Don’t worry – Vigilant Solutions, Inc. knows.
And since the CCPD can, per Capt. Agaiby, “check a box” to openly share the entirety of their local license plate catalog with every other police department who checked that same box, the Long Beach police will also know.
In fact, any department nationwide who can access Vigilant’s database of 5 billion “detections” (that is, timestamped and geotagged photos of your location) will be able to find out where you are – and where you’ve been.
The proposal elicited audible reactions from the community members in attendance. As Mayor Jeffrey Cooper gave final comment on the matter, deploying the “if you have nothing to hide you have nothing to fear” argument, one woman’s criticism grew louder. In the ensuing exchange, the Mayor asked the woman to leave after she decried the proposal as “bullshit.” She peacefully complied.
The council shuffled the matter to a later meeting, citing the need for a written policy before approval.
An (almost) entire history of you
Discouragingly, the 5-member body's discussion hardly sniffed a concern for privacy, even from the more reticent members. A significant chunk of time was devoted to whether the system could aid in understanding city traffic by tracking cars that pass through but do not reside in Culver City. The answer is yes, according to the Vigilant rep who accompanied Captain Agaiby to the meeting – just pay some more for Vigilant to develop the algorithm.
Of course, analytic software is Vigilant’s actual product. Strapping video cameras to stoplights around town is cheap. Building advanced analytics from the billions of data points those cameras collect is not. But that’s exactly what Vigilant has done.
The company openly and cheerfully touts its ability to find vehicles “associated” with “known criminal vehicles,” to surveil a location over an extended period, and to “quickly determine a list of best known locations for a vehicle based on historical detections.” These surveillance techniques are not exactly innovative – they come straight from the overseas drone war playbook, in which targets can be killed for merely “associating” (that is, regularly being in the same location as) people the government deems are “known terrorists.”

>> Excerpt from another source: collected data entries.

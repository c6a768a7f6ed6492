import { ScienceError } from '../src/errors.js';
import type { Config } from './config.js';
import { CSV_TYPES, JCAMP_TYPES, textBodyToJson } from './text-bodies.js';

/**
 * A large body left unparsed on the event loop: the worker that does the work also parses it (JSON, JCAMP-DX or
 * CSV), validates it with the route's schema and serialises the answer, so that none of those steps, each
 * proportional to the size of the body, freezes /healthz or the other requests.
 */
export class RawBody {
  constructor(
    readonly text: string,
    readonly contentType: string,
    readonly query: Record<string, unknown>,
  ) {}
  /** Estimated size in lines, for admission and the metrics: about 100 bytes a line (a spectrum point 20). */
  get size(): number {
    return Math.ceil(this.text.length / 100);
  }
}

/** Deepest JSON nesting accepted; the contract's bodies need 4 levels. */
export const MAX_JSON_DEPTH = 32;

/**
 * The nesting depth of a parsed JSON value, iteratively; stops counting past the limit. Keys that could poison a
 * prototype when the value is merged later ("__proto__", "constructor") are refused, as fastify's parser does.
 */
export function jsonDepth(value: unknown): number {
  let max = 0;
  const stack: [unknown, number][] = [[value, 1]];
  while (stack.length > 0) {
    const [v, d] = stack.pop() as [unknown, number];
    if (v === null || typeof v !== 'object') continue;
    if (d > max) max = d;
    if (max > MAX_JSON_DEPTH) return max;
    // Numbers and strings add no depth: only objects and arrays are stacked (a 10⁶-point spectrum is two arrays).
    if (Array.isArray(v)) {
      // Indexed: for…of over the 10⁶ numbers of a spectrum took about five times as long.
      for (let i = 0, n = v.length; i < n; i++) {
        const x: unknown = v[i];
        if (x !== null && typeof x === 'object') stack.push([x, d + 1]);
      }
    } else
      for (const [k, x] of Object.entries(v as object)) {
        if (k === '__proto__' || k === 'constructor')
          throw Object.assign(new Error(`Object contains forbidden prototype property "${k}"`), { statusCode: 400 });
        stack.push([x, d + 1]);
      }
  }
  return max;
}

export function tooDeep(): Error {
  return Object.assign(new Error(`JSON nested deeper than ${MAX_JSON_DEPTH} levels`), { statusCode: 400 });
}

export type Limits = Pick<Config, 'maxLines' | 'maxPoints'>;

/** The body as the route's JSON, parsed where it is called (in a worker for large bodies). */
export function decodeBody(raw: Pick<RawBody, 'text' | 'contentType' | 'query'>, limits: Limits): unknown {
  const type = raw.contentType.split(';')[0]?.trim().toLowerCase() ?? '';
  if ((JCAMP_TYPES as readonly string[]).includes(type) || (CSV_TYPES as readonly string[]).includes(type))
    return textBodyToJson(type, raw.text, raw.query, limits);
  let parsed: unknown;
  try {
    parsed = JSON.parse(raw.text);
  } catch (e) {
    throw new ScienceError('INPUT_INVALID', `the body is not valid JSON: ${(e as Error).message.slice(0, 200)}`, {});
  }
  if (jsonDepth(parsed) > MAX_JSON_DEPTH) throw tooDeep();
  return parsed;
}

Speaking of drones, shall we turn our attention to agenda item A-3?
Fly, my eye, fly
Most in attendance seemed to come for item A-3, a certification for the CCPD to purchase their first flying surveillance toys. Captain Jason Sims presented a request for 8 camera-mounted drones, coming in at a grand total of $70,000 taxpayer dollars. Unlike the ALPR item, which only drew 3 speakers from the public, this agenda item attracted around 15.
Opponent after opponent took their 2 minutes to voice fears and displeasure with the proposal.
"This is a solution searching for a problem," argued military veteran Daniel Lee. "We don't need to change our neighborhoods into war zones."
Culver City School Board member Kelly Kent argued that spending on surveillance revealed a misguided valuation of law enforcement over poverty – and therefore crime – reduction.
"A city's budget is a reflection of its values," she said, suggesting the council only approve these items if they also approve matching purchases of poverty reduction programs.
And former Culver City Mayor and 31-year resident Gary Silbiger implored the council to seek greater time for public input and engagement on a controversial issue, as the item appeared on the council's agenda only 5 days prior to the meeting, with no earlier notification.
The company selling the drone technologies, Botach, Inc., came under some scrutiny from the public and council. One member of the public noted the company's so-so rating with the Better Business Bureau – a B-. Councilman Jim Clarke also questioned whether Botach was known for supplying personal firearms to law enforcement officers.
Ultimately, the council decided again to pass on voting, preferring to wait for a written policy from the police department. Councilwoman Meghan Sahli-Wells requested publication of that policy 15 days in advance of a meeting to discuss, giving the public an ample two weeks to get involved.
With a host of items already in the works for discussion at future council meetings, it's unclear how soon these items will return for discussion. Hopefully the community is prepared the next time they do.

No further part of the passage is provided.